··· Listed entries ···

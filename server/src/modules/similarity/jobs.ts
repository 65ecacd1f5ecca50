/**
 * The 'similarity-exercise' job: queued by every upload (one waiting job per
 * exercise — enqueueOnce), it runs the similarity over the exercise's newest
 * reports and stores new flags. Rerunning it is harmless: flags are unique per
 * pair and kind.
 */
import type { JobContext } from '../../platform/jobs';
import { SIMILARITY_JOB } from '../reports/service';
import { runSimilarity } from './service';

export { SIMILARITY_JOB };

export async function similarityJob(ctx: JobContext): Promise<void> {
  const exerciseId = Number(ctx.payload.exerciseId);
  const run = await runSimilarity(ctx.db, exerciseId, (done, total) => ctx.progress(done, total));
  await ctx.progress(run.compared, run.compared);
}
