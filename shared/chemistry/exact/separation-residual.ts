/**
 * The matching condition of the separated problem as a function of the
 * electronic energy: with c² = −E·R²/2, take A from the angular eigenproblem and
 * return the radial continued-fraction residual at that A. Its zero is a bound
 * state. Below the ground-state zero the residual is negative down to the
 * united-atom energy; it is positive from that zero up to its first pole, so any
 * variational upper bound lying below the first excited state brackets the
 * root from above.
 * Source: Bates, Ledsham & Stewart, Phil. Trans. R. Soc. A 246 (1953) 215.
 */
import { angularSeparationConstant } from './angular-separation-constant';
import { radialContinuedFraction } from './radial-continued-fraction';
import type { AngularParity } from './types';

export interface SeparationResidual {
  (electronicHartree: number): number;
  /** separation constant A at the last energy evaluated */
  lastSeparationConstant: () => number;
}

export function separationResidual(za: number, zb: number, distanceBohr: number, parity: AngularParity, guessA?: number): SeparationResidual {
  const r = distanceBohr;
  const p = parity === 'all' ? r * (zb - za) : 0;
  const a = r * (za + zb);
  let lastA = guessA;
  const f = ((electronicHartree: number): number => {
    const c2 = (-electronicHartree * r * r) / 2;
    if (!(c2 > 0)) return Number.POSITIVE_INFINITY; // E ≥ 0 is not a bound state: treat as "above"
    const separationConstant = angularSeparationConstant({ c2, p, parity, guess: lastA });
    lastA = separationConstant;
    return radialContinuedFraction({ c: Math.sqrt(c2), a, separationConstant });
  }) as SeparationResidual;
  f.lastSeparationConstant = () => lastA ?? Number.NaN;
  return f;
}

···
··· Listed entries ···

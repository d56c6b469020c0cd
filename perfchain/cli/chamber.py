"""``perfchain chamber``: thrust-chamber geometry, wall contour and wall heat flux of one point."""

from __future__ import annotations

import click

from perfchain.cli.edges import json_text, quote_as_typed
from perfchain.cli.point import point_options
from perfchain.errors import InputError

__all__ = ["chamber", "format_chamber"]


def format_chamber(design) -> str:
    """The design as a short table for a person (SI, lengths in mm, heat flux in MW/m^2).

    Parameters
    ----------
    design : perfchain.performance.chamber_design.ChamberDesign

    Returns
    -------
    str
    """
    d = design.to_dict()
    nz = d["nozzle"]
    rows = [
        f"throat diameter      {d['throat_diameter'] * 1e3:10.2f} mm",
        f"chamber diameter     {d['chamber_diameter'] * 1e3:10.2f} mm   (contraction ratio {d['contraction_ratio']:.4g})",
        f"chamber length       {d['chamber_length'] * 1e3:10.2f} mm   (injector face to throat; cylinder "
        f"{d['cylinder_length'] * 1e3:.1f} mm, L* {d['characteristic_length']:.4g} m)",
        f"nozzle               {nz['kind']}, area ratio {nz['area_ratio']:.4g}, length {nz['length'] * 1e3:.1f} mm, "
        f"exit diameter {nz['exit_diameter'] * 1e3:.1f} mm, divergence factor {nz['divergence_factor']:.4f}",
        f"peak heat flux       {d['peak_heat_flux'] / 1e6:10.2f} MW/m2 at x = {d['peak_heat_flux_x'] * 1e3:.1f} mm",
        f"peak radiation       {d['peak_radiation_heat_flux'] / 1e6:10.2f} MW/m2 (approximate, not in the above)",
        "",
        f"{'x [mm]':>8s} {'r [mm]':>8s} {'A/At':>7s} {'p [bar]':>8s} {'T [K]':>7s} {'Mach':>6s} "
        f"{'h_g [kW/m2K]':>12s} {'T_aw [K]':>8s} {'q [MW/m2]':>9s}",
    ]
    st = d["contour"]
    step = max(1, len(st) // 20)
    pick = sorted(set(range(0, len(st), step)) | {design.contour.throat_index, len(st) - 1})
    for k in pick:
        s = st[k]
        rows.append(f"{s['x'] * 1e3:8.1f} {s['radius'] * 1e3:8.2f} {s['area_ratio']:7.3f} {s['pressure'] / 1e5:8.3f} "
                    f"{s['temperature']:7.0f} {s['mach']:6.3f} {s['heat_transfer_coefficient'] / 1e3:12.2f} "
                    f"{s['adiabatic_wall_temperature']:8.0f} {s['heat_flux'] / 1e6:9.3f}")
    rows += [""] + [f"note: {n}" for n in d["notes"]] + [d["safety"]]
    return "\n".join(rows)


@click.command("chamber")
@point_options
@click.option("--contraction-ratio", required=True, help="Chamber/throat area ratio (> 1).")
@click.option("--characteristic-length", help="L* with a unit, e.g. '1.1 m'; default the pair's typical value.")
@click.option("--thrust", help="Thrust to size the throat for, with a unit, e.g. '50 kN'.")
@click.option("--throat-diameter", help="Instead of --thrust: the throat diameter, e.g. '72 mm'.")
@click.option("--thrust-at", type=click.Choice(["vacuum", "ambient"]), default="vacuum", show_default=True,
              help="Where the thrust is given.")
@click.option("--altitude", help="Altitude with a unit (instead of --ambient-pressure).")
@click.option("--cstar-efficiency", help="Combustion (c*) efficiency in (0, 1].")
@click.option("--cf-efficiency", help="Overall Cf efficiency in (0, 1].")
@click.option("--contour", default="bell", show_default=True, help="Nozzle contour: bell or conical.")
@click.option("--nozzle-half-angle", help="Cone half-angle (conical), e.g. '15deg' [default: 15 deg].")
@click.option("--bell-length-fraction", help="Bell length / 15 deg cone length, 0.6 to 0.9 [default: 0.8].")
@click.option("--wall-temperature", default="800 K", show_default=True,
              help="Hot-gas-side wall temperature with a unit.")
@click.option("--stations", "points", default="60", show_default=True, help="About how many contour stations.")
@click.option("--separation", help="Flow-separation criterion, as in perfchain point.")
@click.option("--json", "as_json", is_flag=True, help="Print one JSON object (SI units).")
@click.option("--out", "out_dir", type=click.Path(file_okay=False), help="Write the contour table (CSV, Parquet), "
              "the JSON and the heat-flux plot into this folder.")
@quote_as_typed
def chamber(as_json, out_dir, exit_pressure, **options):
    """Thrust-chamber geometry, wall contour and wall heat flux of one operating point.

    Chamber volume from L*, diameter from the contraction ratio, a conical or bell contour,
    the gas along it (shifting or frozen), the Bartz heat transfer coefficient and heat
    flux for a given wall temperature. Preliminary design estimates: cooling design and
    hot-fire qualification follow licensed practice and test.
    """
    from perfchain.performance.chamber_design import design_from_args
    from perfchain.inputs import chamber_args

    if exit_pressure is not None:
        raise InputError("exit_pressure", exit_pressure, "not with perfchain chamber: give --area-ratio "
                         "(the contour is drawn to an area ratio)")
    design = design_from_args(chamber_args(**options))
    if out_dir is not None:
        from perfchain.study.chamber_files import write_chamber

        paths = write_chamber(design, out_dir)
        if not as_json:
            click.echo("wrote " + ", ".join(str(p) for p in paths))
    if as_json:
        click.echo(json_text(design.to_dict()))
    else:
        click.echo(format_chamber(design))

···

Problem details →
Take the lines above from the one containing "of --thrust: the" down to the one containing "contour is drawn", and transcribe them exactly, both ends included.

Task response →
@click.option("--throat-diameter", help="Instead of --thrust: the throat diameter, e.g. '72 mm'.")
@click.option("--thrust-at", type=click.Choice(["vacuum", "ambient"]), default="vacuum", show_default=True,
              help="Where the thrust is given.")
@click.option("--altitude", help="Altitude with a unit (instead of --ambient-pressure).")
@click.option("--cstar-efficiency", help="Combustion (c*) efficiency in (0, 1].")
@click.option("--cf-efficiency", help="Overall Cf efficiency in (0, 1].")
@click.option("--contour", default="bell", show_default=True, help="Nozzle contour: bell or conical.")
@click.option("--nozzle-half-angle", help="Cone half-angle (conical), e.g. '15deg' [default: 15 deg].")
@click.option("--bell-length-fraction", help="Bell length / 15 deg cone length, 0.6 to 0.9 [default: 0.8].")
@click.option("--wall-temperature", default="800 K", show_default=True,
              help="Hot-gas-side wall temperature with a unit.")
@click.option("--stations", "points", default="60", show_default=True, help="About how many contour stations.")
@click.option("--separation", help="Flow-separation criterion, as in perfchain point.")
@click.option("--json", "as_json", is_flag=True, help="Print one JSON object (SI units).")
@click.option("--out", "out_dir", type=click.Path(file_okay=False), help="Write the contour table (CSV, Parquet), "
              "the JSON and the heat-flux plot into this folder.")
@quote_as_typed
def chamber(as_json, out_dir, exit_pressure, **options):
    """Thrust-chamber geometry, wall contour and wall heat flux of one operating point.

    Chamber volume from L*, diameter from the contraction ratio, a conical or bell contour,
    the gas along it (shifting or frozen), the Bartz heat transfer coefficient and heat
    flux for a given wall temperature. Preliminary design estimates: cooling design and
    hot-fire qualification follow licensed practice and test.
    """
    from perfchain.performance.chamber_design import design_from_args
    from perfchain.inputs import chamber_args

    if exit_pressure is not None:
        raise InputError("exit_pressure", exit_pressure, "not with perfchain chamber: give --area-ratio "
                         "(the contour is drawn to an area ratio)")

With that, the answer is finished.